**Required work**:
Copy every line from the records below that carries the word "want".

--- Data for processing Enclosed Below ---

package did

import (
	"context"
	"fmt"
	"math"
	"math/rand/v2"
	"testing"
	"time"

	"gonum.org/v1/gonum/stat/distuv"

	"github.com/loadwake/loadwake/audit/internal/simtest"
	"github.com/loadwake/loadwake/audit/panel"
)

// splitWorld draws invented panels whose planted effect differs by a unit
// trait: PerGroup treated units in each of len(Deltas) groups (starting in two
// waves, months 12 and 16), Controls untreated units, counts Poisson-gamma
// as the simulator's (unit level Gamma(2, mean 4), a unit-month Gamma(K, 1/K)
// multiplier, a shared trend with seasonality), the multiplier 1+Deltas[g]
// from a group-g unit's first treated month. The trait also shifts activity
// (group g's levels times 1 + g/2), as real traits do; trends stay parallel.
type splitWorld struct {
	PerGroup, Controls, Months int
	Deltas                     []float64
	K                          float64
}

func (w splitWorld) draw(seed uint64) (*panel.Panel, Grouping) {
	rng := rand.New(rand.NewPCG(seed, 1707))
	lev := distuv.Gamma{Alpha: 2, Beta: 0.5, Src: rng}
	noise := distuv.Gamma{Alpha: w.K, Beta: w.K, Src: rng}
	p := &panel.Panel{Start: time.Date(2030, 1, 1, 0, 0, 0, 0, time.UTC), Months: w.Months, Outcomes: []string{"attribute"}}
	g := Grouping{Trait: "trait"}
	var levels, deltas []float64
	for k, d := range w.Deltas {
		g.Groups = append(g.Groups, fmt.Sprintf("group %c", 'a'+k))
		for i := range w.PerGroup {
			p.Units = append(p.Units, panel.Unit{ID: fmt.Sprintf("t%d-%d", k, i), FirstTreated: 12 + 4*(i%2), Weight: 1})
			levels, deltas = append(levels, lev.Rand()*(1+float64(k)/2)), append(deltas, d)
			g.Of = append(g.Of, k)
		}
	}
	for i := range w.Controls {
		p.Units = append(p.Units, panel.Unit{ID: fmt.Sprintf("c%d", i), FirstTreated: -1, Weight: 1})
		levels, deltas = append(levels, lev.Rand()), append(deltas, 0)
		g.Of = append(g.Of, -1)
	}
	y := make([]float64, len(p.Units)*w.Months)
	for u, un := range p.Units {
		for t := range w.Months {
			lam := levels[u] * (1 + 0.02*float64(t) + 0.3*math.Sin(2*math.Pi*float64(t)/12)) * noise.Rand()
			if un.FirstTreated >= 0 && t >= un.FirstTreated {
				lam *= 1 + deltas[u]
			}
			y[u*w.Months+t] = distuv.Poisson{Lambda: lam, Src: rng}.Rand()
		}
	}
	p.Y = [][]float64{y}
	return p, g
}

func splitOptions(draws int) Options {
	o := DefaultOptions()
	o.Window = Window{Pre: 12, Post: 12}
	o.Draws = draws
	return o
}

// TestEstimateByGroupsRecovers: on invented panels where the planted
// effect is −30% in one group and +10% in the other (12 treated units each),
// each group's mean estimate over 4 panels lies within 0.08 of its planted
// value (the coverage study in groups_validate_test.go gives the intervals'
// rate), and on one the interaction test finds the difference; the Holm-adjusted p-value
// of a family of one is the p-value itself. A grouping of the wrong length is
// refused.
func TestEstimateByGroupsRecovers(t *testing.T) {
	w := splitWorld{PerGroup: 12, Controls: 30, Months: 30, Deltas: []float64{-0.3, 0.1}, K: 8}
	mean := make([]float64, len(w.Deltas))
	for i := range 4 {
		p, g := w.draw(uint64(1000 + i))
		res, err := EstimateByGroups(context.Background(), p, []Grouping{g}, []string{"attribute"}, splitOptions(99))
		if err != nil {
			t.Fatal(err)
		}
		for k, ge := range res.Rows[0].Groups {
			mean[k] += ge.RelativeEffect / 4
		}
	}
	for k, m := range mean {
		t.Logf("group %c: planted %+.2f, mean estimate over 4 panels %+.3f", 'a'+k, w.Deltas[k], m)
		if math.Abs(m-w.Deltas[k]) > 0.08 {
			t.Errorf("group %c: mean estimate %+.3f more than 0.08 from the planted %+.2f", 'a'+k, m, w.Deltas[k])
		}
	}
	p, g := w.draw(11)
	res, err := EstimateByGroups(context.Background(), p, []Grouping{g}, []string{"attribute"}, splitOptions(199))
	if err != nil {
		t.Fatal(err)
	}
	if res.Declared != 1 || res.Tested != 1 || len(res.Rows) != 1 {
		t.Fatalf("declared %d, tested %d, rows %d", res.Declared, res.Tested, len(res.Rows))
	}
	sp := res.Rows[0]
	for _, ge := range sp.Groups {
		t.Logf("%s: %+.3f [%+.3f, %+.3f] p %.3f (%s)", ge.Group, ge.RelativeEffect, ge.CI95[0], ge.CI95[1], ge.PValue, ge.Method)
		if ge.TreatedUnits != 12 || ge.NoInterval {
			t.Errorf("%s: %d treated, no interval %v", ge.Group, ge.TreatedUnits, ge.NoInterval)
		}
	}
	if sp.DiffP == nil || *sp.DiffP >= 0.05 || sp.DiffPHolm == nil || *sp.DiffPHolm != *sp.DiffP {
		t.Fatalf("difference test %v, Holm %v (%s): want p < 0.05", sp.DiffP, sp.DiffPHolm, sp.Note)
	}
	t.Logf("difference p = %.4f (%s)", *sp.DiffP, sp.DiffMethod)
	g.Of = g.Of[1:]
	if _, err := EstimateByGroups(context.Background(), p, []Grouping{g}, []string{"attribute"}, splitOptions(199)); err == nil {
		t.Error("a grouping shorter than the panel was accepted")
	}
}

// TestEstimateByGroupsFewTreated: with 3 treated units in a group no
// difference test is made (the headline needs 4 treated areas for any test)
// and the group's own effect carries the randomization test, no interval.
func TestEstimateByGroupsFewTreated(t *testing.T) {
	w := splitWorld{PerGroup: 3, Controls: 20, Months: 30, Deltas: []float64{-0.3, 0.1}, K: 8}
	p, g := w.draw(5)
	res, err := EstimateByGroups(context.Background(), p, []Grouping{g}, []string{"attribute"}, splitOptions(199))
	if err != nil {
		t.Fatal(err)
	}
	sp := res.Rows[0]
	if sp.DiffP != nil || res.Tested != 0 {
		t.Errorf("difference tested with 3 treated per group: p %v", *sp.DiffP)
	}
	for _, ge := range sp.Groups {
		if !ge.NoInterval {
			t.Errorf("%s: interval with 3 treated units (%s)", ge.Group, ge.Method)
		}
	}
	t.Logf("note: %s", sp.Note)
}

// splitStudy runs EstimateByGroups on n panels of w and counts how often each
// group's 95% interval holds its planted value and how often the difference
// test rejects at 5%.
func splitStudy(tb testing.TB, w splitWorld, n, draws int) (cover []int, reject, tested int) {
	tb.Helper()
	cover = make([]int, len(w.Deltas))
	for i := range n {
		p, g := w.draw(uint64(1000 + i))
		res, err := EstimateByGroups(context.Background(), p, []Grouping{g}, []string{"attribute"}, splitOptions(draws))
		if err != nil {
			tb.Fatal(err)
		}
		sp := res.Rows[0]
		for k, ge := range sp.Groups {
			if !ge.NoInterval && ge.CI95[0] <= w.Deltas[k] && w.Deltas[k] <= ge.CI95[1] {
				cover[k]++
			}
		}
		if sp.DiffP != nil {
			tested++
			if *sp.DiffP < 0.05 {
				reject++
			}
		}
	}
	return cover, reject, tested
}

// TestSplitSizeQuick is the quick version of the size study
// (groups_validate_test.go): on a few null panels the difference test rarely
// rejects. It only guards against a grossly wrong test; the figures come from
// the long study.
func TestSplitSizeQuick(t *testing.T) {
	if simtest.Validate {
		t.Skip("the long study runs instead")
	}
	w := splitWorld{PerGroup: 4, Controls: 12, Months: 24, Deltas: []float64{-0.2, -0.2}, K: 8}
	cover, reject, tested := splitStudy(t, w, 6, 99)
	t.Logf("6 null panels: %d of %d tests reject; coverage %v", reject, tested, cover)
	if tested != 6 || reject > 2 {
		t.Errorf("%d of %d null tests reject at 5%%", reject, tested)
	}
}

--- End of Enclosed Data for processing ---
--- Data for processing Enclosed Below ---

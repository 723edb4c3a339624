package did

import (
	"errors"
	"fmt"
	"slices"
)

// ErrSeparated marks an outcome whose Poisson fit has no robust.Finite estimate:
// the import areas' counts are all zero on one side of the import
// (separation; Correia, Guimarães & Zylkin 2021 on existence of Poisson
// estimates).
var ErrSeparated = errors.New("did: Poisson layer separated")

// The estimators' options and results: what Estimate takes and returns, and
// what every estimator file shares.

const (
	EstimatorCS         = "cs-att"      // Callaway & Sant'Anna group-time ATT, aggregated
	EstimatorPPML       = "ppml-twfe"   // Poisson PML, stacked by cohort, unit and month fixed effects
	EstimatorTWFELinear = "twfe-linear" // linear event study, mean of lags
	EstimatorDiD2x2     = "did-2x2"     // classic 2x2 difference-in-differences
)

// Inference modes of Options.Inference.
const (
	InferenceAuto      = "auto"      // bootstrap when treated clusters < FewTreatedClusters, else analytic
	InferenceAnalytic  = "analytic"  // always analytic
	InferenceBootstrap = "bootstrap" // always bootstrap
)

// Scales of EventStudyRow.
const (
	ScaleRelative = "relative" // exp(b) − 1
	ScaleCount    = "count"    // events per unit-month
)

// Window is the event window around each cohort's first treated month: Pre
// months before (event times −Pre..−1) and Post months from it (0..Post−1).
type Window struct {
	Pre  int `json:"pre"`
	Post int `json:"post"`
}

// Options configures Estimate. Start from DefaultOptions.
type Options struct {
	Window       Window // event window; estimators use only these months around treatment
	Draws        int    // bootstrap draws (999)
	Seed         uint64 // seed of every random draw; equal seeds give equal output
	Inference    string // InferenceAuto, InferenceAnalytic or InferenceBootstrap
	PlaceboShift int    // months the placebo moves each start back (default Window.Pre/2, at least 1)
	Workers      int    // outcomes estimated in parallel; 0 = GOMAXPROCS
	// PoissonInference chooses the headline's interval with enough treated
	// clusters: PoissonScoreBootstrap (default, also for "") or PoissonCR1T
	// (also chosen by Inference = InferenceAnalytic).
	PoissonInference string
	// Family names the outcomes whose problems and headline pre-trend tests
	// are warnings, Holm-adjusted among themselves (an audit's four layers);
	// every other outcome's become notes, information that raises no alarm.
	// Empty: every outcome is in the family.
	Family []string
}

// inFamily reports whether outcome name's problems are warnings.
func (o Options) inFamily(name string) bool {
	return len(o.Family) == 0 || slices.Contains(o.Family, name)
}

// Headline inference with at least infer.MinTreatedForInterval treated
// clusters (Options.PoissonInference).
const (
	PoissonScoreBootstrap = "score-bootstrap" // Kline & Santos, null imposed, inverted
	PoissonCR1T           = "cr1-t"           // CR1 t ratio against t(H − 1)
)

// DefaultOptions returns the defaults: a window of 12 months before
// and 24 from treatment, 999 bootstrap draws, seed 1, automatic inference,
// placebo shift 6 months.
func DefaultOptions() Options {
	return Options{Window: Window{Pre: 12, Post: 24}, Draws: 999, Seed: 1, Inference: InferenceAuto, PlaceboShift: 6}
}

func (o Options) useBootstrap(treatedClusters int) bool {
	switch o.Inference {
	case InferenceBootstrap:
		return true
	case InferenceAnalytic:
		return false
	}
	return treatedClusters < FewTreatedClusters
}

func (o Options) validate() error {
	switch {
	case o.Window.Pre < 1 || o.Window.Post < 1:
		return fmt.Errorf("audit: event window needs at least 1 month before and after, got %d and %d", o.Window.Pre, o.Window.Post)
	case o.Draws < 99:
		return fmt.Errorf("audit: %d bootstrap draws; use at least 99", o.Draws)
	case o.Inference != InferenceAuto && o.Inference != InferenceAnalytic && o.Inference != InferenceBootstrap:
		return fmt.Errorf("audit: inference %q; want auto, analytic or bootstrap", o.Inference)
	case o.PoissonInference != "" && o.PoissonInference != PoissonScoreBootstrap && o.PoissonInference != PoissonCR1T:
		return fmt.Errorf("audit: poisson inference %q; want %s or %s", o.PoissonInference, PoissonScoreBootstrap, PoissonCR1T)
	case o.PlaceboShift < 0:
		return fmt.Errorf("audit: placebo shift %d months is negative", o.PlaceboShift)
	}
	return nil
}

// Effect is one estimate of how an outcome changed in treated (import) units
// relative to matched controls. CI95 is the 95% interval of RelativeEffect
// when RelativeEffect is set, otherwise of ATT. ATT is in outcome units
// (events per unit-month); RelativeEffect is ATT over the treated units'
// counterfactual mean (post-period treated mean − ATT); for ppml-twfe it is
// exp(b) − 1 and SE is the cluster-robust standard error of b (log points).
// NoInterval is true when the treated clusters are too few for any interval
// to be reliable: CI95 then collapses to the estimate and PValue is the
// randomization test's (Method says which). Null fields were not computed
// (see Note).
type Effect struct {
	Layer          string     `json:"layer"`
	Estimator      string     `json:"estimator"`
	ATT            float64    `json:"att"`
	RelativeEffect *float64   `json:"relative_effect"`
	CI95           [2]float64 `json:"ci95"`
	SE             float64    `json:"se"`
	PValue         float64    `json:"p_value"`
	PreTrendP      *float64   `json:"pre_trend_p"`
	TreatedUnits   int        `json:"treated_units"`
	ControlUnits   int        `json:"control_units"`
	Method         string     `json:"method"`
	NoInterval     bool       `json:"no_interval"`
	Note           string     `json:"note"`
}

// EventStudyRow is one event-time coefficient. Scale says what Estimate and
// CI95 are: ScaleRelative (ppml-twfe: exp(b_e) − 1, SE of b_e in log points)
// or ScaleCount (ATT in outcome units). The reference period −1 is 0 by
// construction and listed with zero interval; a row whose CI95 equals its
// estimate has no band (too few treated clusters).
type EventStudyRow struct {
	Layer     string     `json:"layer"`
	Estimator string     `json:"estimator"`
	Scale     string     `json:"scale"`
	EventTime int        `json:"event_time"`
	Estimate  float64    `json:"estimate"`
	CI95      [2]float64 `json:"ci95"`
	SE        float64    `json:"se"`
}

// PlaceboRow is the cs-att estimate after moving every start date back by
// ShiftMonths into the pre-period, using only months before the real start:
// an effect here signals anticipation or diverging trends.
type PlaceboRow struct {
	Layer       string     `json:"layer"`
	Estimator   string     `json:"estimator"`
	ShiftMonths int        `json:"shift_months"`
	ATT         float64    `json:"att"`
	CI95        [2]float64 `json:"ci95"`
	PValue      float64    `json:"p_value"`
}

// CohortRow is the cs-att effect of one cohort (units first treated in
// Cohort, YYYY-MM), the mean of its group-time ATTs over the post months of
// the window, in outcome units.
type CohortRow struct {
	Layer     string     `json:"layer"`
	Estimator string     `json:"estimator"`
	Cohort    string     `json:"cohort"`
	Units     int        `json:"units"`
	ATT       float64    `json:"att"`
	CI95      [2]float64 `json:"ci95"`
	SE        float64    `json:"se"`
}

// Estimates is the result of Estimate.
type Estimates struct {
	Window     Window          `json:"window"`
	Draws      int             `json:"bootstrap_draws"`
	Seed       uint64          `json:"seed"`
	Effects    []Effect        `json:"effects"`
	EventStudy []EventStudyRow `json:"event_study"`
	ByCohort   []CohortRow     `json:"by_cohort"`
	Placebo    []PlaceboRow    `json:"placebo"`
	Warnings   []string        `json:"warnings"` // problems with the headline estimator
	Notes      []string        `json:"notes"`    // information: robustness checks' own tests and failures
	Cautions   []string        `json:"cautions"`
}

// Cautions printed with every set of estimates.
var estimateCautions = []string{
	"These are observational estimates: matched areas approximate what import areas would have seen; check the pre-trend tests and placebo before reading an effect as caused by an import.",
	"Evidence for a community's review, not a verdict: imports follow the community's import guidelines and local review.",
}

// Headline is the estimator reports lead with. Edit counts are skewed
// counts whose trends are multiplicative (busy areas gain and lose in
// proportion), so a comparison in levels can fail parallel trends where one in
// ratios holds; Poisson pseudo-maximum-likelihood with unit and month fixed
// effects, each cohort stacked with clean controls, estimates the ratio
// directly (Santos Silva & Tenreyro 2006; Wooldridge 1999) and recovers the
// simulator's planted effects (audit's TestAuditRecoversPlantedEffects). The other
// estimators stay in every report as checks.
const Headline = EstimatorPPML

--- End of Enclosed Data for processing ---

**Result for this exercise**:
		t.Fatalf("difference test %v, Holm %v (%s): want p < 0.05", sp.DiffP, sp.DiffPHolm, sp.Note)
		return fmt.Errorf("audit: inference %q; want auto, analytic or bootstrap", o.Inference)
		return fmt.Errorf("audit: poisson inference %q; want %s or %s", o.PoissonInference, PoissonScoreBootstrap, PoissonCR1T)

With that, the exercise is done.